Eric Peter (DAI, 2019) has been selected for a work period at AIR Alexanderplatz Berlin! From January - April 2020 he will use the given time and space to further his investigation into the possibilities of "the choreopoem".

| tag: Berlin

ABA (AIR Berlin Alexanderplatz) is an artist-run initiative. The mandate at ABA sets out to investigate how “artistic research” has become increasingly engaged with fields of knowledge that lie beyond what has traditionally been considered the “artistic sphere.” Conducting fieldwork, delving into archives, drawing parallels, testing hypotheses, creating photographic documentation and compiling new “findings” have all become integral parts of the contemporary term “artistic research”—defined by Mika Hannula as “methodological abundance” that sets itself apart from traditional scientific methodologies. The very idea of artistic research has prompted theorists such as Paul Feyerabend (‘Against Method’) and Bruno Latour (‘Laboratory Life: The Social Construction of Scientific Facts’) to call static notions of “method” and “fact” into question, giving particular relevance to subjective, interdisciplinary, and experimental approaches to research.

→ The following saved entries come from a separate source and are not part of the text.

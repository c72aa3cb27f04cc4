//! The model families a study file can name ([`FAMILIES`], declared one line each in
//! [`crate::models`]) and their lookup. A `[[model]]` table holds exactly one of their keys;
//! its value is the family's settings table.

use super::family::Registration;

/// Every model family a study file can name, in the order messages list them.
pub static FAMILIES: &[Registration] = &registrations!();

/// The family registered under `key`.
pub fn find(key: &str) -> Option<&'static Registration> {
    FAMILIES.iter().find(|r| r.key == key)
}

/// The keys, for messages: "esn, ngrc, … or command".
pub fn keys_listed() -> String {
    let keys: Vec<&str> = FAMILIES.iter().map(|r| r.key).collect();
    match keys.split_last() {
        Some((last, rest)) if !rest.is_empty() => format!("{} or {last}", rest.join(", ")),
        Some((last, _)) => last.to_string(),
        None => String::new(),
    }
}

#[cfg(test)]
mod tests {
    use super::*;

    /// Keys are unique and lowercase, and the list reads as the study-file message expects.
    #[test]
    fn keys_are_unique_and_listed_in_order() {
        let mut keys: Vec<&str> = FAMILIES.iter().map(|r| r.key).collect();
        assert_eq!(keys_listed(), "esn, ngrc, mlp, lstm, polynomial or command");
        keys.sort_unstable();
        keys.dedup();
        assert_eq!(keys.len(), FAMILIES.len());
        assert!(find("esn").is_some() && find("ESN").is_none());
    }
}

Today, when the majority of communication is done online, often between people who will never meet and always with the threat of being monitored, ABA strives to create spaces where people can freely express their ideas in a comfortable, aesthetically stimulating environment and be met with immediate, face-to-face responses. The border between the public and private spheres is blurred as like-minded strangers come together in the streets, parks, and apartments of Berlin, the entire city becoming a living room, where history is already pressing in from all angles.

ABA’s operations consist of the conception, curation, and implementation of various work and presentation formats: The organization of Salons, the release of Publications, the stewardship of a Residency Program, the organization of Lab, the maintenance of online Notices, and lastly the management of the BFSCA (Berlin Field School of Contemporary Art). Whether you are joining us as an artist-in-residence, an attendee of the frequently held salons, or as a reader of one of the publications, your attention is already a contribution to the development of ABA as a safe, cooperative space where artists, curators, designers, theorists—and anyone who is interested—can come together in support of each other’s endeavours.

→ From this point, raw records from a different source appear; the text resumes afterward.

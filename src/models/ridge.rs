//! Streaming ridge regression: normal equations G = Σφφᵀ, B = Σφyᵀ accumulated block by block
//! (the feature matrix is never materialised), snapshots at nested-prefix boundaries, the
//! penalised solve (G + λI)W = B by Cholesky, and the penalty chosen by generalised
//! cross-validation from one eigendecomposition of G.
//!
//! Gram updates use faer's lower-triangular matrix product (half the work of a full product);
//! every product and factorisation runs sequentially inside one fit, so results do not depend on
//! the thread count.
//!
//! # Generalised cross-validation from the normal equations
//!
//! With G = VEVᵀ and C = VᵀB, for any λ: W = V diag(1/(e + λ)) C; the residual sum of squares is
//! RSS(λ) = Σy² − Σ_i Σ_k c_ik² (e_i + 2λ)/(e_i + λ)²; the effective degrees of freedom are
//! df(λ) = tr H = Σ_i e_i/(e_i + λ); and GCV(λ) = N·RSS(λ)/(N − df(λ))², summed over outputs
//! (every output shares df). One O(F³) decomposition makes each λ cost O(F·D).
//!
//! References: Hoerl & Kennard (1970), "Ridge regression", Technometrics 12(1); Golub, Heath &
//! Wahba (1979), "Generalized cross-validation as a method for choosing a good ridge parameter",
//! Technometrics 21(2).

use super::RidgeScaling;
use faer::dyn_stack::{MemBuffer, MemStack, StackReq};
use faer::linalg::cholesky::llt::factor::{cholesky_in_place, cholesky_in_place_scratch};
use faer::linalg::cholesky::llt::solve::solve_in_place;
use faer::linalg::evd::tridiag::{tridiag_in_place, tridiag_in_place_scratch};
use faer::linalg::householder::{
    apply_block_householder_sequence_on_the_left_in_place_scratch,
    apply_block_householder_sequence_on_the_left_in_place_with_conj,
    apply_block_householder_sequence_transpose_on_the_left_in_place_scratch,
    apply_block_householder_sequence_transpose_on_the_left_in_place_with_conj,
};
use faer::linalg::matmul::{matmul, triangular};
use faer::linalg::qr::no_pivoting::factor::recommended_block_size;
use faer::{Accum, Conj, Mat, MatRef, Par};
use serde::{Deserialize, Serialize};
use std::borrow::Cow;

/// Rows per Gram update: large enough for efficient matrix products, small enough to stay in cache.
///
/// The nested passes add full blocks at fixed positions, counted from the first training pair
/// (or row), and evaluate a prefix that ends inside a block from a copy of the equations with
/// the partial block added ([`NormalEquations::with_rows`]), which keeps filling; the block the
/// last prefix ends in is added once that prefix is in, as nothing follows it. The equations of
/// a prefix are therefore summed in the same order, bit for bit, whatever other prefixes the
/// pass evaluates. The price is the Gram work of the partial block at every boundary but the
/// last (at most `BLOCK_ROWS` − 1 rows each) and one copy of the equations.
pub const BLOCK_ROWS: usize = 1024;

/// The first `rows` rows of a block as the nested passes write it: `phi` holds `features`
/// columns of [`BLOCK_ROWS`] values each (column-major, feature j of row i at
/// j · BLOCK_ROWS + i) and `y` holds `outputs` values per row (row-major).
pub fn block_rows<'a>(
    phi: &'a [f64],
    y: &'a [f64],
    rows: usize,
    features: usize,
    outputs: usize,
) -> (MatRef<'a, f64>, MatRef<'a, f64>) {
    (
        MatRef::from_column_major_slice_with_stride(phi, rows, features, BLOCK_ROWS),
        MatRef::from_row_major_slice(&y[..rows * outputs], rows, outputs),
    )
}

/// Errors from solving the ridge normal equations.
#[derive(Debug, thiserror::Error)]
pub enum RidgeError {
    #[error("ridge system of size {features} is not positive definite even with penalty {lambda:e}; the features are degenerate (raise `ridge`)")]
    NotPositiveDefinite { features: usize, lambda: f64 },
    #[error("no training pairs: the subset is not longer than the washout")]
    Empty,
    #[error("eigendecomposition of the {features} × {features} Gram matrix failed (non-finite features?); use `ridge-selection = \"fixed\"`")]
    Eigen { features: usize },
    #[error("generalised cross-validation gave no finite score on the penalty grid of {grid} values (non-finite or degenerate features); use `ridge-selection = \"fixed\"`")]
    NoFiniteScore { grid: usize },
}

/// Clears the upper halves of the vector registers after faer's hand-written AVX-512 kernels.
///
/// Measured: without it, every later scalar `exp` on the same thread ran about ten times slower
/// (glibc's SSE code pays for the dirty upper register state), which made reservoir updates after
/// a Gram update dominate the whole study.
#[inline]
pub fn clear_upper_simd_state() {
    #[cfg(target_arch = "x86_64")]
    {
        if std::arch::is_x86_feature_detected!("avx") {
            // SAFETY: `vzeroupper` only zeroes bits 128 and up of the vector registers, which no
            // live Rust value holds across this call boundary; the CPU supports AVX.
            unsafe { std::arch::asm!("vzeroupper", options(nomem, nostack, preserves_flags)) };
        }
    }
}

/// Normal equations of a least-squares problem with `features` inputs and `outputs` targets.
#[derive(Debug, Clone)]
pub struct NormalEquations {
    /// Σφφᵀ; only the lower triangle (with the diagonal) is meaningful.
    pub gram: Mat<f64>,
    /// Σφyᵀ (features × outputs).
    pub cross: Mat<f64>,
    /// Σ y_j² per output, for the training residual.
    pub target_sq: Vec<f64>,
    /// Number of rows accumulated.
    pub count: usize,
}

Eric Peter will further his research with ‘Economy as Intimacy’, in which he aims to reimagine late capitalism through the lens of intimacy, using poetry and language as a medium of speculation. His project has lead to publications (essays and poetry volumes), recitals, readings, discussions, and in recent past, a more performative presenting of poems (choreopoems). The project existed solely in print initially (print as one of the most intimate forms of maker-versus-public), but Peter developed a practice of performing his poetries in a more recent stage of this long-term project. Having began with more conventional solo readings to group recitals (mediating speed, accent, vocabulary and loudness as an economy of language), he arrived at more elaborate performances of his poetic work; mini-operas of some sort.

The choreopoem became of particular interest then, and it is this concept which he’ll develop further during his residency with ABA: “Not quite knowing where this route [of the choreopoem] is taking me—or where it can lead to—, I still feel there is great opportunities in a bodily engagement of poetry. I guess it is a logical step, and one more, away from the paper poem. I want to challenge myself into confrontations with a public, I want to find myself in a discursive environment with peers, preferably interested in performance/dance or similar theoretical subjects, to see where a practicing of language in/of movements, and dance as signifiers and signifieds, can inform this project materially and conceptually."

Eric Peter's working period with AIR Berlin Alexanderplatz is made possible through support by the Mondriaan Fund.